Assigned task — Nothing but the lines from the one with "std::string real_path(const std::string&" down to the one with "that leaves, and" should be returned, exactly and with both ends included, from the material below.

Input records —
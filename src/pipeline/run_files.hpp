#pragma once
// The one check every command makes before any work: which files it reads and which it writes,
// resolved to real paths (symbolic links followed, hard links recognised), so that no output is,
// or would replace, one of the run's inputs or another of its outputs. Such a run is a usage
// error naming both files; no option overrides it, because the loss would be the user's own data.
#include <string>
#include <vector>

namespace habcast {

class RunFiles {
 public:
  /// `role` says what the file is for the user (e.g. "covariate tmin", "--quicklook"); empty
  /// paths (options not given) are ignored.
  void input(const std::string& role, const std::string& path);
  void output(const std::string& role, const std::string& path);

  /// Throws UsageError naming both files when an output is the same file as an input or as
  /// another output.
  void check() const;

 private:
  struct Entry {
    std::string role, path;
  };
  std::vector<Entry> inputs_, outputs_;
};

/// The real path of `path`: absolute, every symbolic link followed (as far as the path exists),
/// "." and ".." removed. A path that cannot be resolved comes back absolute and normalised.
std::string real_path(const std::string& path);

}  // namespace habcast
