#pragma once
// One writer per output folder: an advisory lock (flock) on ".habcast.lock" in the folder, held
// for the whole run. A second run into the same folder is refused at once with a message that
// says who holds it (host, boot id, pid, start time). The kernel drops the lock when its process
// dies, however it dies, so a lock can never be stale; the file itself is removed by the run
// that leaves, and one left by a killed run is simply taken over. While a run holds the lock,
// any temporary file of habcast's in the folder is a leftover of a dead run: that, not a pid
// that may have been reused or belong to another node, is what lets the clean-up delete it.
#include <memory>
#include <string>
#include <vector>

namespace habcast {

constexpr const char* kLockFileName = ".habcast.lock";

class FolderLock {
 public:
  enum class Mode {
    exclusive,  ///< the only writer (predict, fit, a whole batch run, its mosaic step)
    shared,     ///< one of several cooperating writers (batch --shard runs into one region)
  };
  /// Locks `folder` (which must exist). Throws UsageError when another run holds it. Within one
  /// process the lock is counted, so a batch that holds a tile folder can run predict into it.
  /// On a filesystem without locks the run goes ahead unlocked (held() is false).
  explicit FolderLock(const std::string& folder, Mode mode = Mode::exclusive);
  ~FolderLock();
  FolderLock(const FolderLock&) = delete;
  FolderLock& operator=(const FolderLock&) = delete;

  /// True when the folder is really locked (the filesystem supports it).
  [[nodiscard]] bool held() const { return held_; }

 private:
  std::string key_;
  bool held_ = false;
};

/// The commands that write single files (fit, evaluate, describe): locks the folder of each
/// output (each folder once; empty paths, and folders that do not exist yet, are skipped: the
/// write reports those) and, holding it, deletes temporaries a killed run left for those names.
class OutputFolders {
 public:
  explicit OutputFolders(const std::vector<std::string>& files);
  OutputFolders(const OutputFolders&) = delete;
  OutputFolders& operator=(const OutputFolders&) = delete;

 private:
  std::vector<std::unique_ptr<FolderLock>> locks_;
};

/// Who this process is, beyond its pid: "host H, boot B, pid P, started T".
std::string process_identity();

}  // namespace habcast
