#pragma once
// Outputs that must change together (predict's rasters and report, a region's mosaics) committed
// as one set: a kill at any instant leaves the folder with the complete old set or the complete
// new set, never a mix (docs/limits.md, "Outputs change as a set").
//
// Every new file is first complete under a temporary name in the destination folder. The commit
//   1. writes a commit record (".habcast-commit-NAME") listing every rename and removal, under a
//      temporary name, flushed to disk, then
//   2. renames the record into place: the commit point. Before it, the old set is untouched;
//      after it, the new set is complete (partly under temporary names) and described on disk;
//   3. renames each temporary file onto its final name, removes the old files the new set has
//      no place for (e.g. novelty.tif when the checks that make it were turned off), and
//   4. removes the record.
// A run killed during 3 leaves the record; the next run into the folder (holding its lock) reads
// it and finishes the renames and removals before anything else (recover_output_sets); a run
// killed before 2 leaves only temporary files, which the next run deletes.
#include <exception>
#include <string>
#include <vector>

namespace habcast {

class OutputSet {
 public:
  /// `folder` holds every file of the set, directly or in sub-folders; `name` names the set's
  /// commit record (kept in `folder`); `owned` are the final names relative to `folder`
  /// ("report.json", "ssp1/change.tif") the set may hold: those the new set does not provide are
  /// removed at the commit.
  OutputSet(std::string folder, std::string name, std::vector<std::string> owned);
  /// Before the commit point, deletes the temporary files; after it, leaves them to recovery.
  ~OutputSet();
  OutputSet(const OutputSet&) = delete;
  OutputSet& operator=(const OutputSet&) = delete;

  /// `temporary` (complete, beside its final name) is to become `final_name` (relative to the
  /// folder).
  /// The set owns the temporary file from now on.
  void add(const std::string& temporary, const std::string& final_name);

  /// Commits as described above. Throws IoError when a step fails; after the commit point the
  /// record stays, and the next run completes the set.
  void commit();

 private:
  std::string folder_, name_;
  std::vector<std::string> owned_;
  std::vector<std::pair<std::string, std::string>> renames_;  ///< temporary name -> final name
  bool committed_ = false;  ///< the commit record is in place
};

/// Completes every set whose commit was interrupted in `folder` (reads each commit record,
/// finishes its renames and removals, removes it) and deletes temporary commit records. Call it
/// while holding the folder's lock, before reading or writing the set. Returns how many sets
/// were completed.
int recover_output_sets(const std::string& folder);

/// Test-only fault injection: the commit (and recovery) call fault_point() before each
/// filesystem operation; with `step` >= 0 the step-th call (0-based) throws SimulatedCrash and
/// from then on every clean-up is skipped, as after a SIGKILL. -1 turns it off. Returns nothing;
/// commit_steps_taken() tells how many points were passed since the last arming.
void arm_commit_fault_for_testing(int step);
int commit_steps_taken();
bool crash_simulated();

/// Thrown by an armed fault point; not an habcast Error, so nothing handles it as one.
struct SimulatedCrash : std::exception {
  [[nodiscard]] const char* what() const noexcept override { return "simulated crash (test fault injection)"; }
};

}  // namespace habcast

Response to the exercise —
std::string real_path(const std::string& path);

}  // namespace habcast
#pragma once
// One writer per output folder: an advisory lock (flock) on ".habcast.lock" in the folder, held
// for the whole run. A second run into the same folder is refused at once with a message that
// says who holds it (host, boot id, pid, start time). The kernel drops the lock when its process
// dies, however it dies, so a lock can never be stale; the file itself is removed by the run
// that leaves, and one left by a killed run is simply taken over. While a run holds the lock,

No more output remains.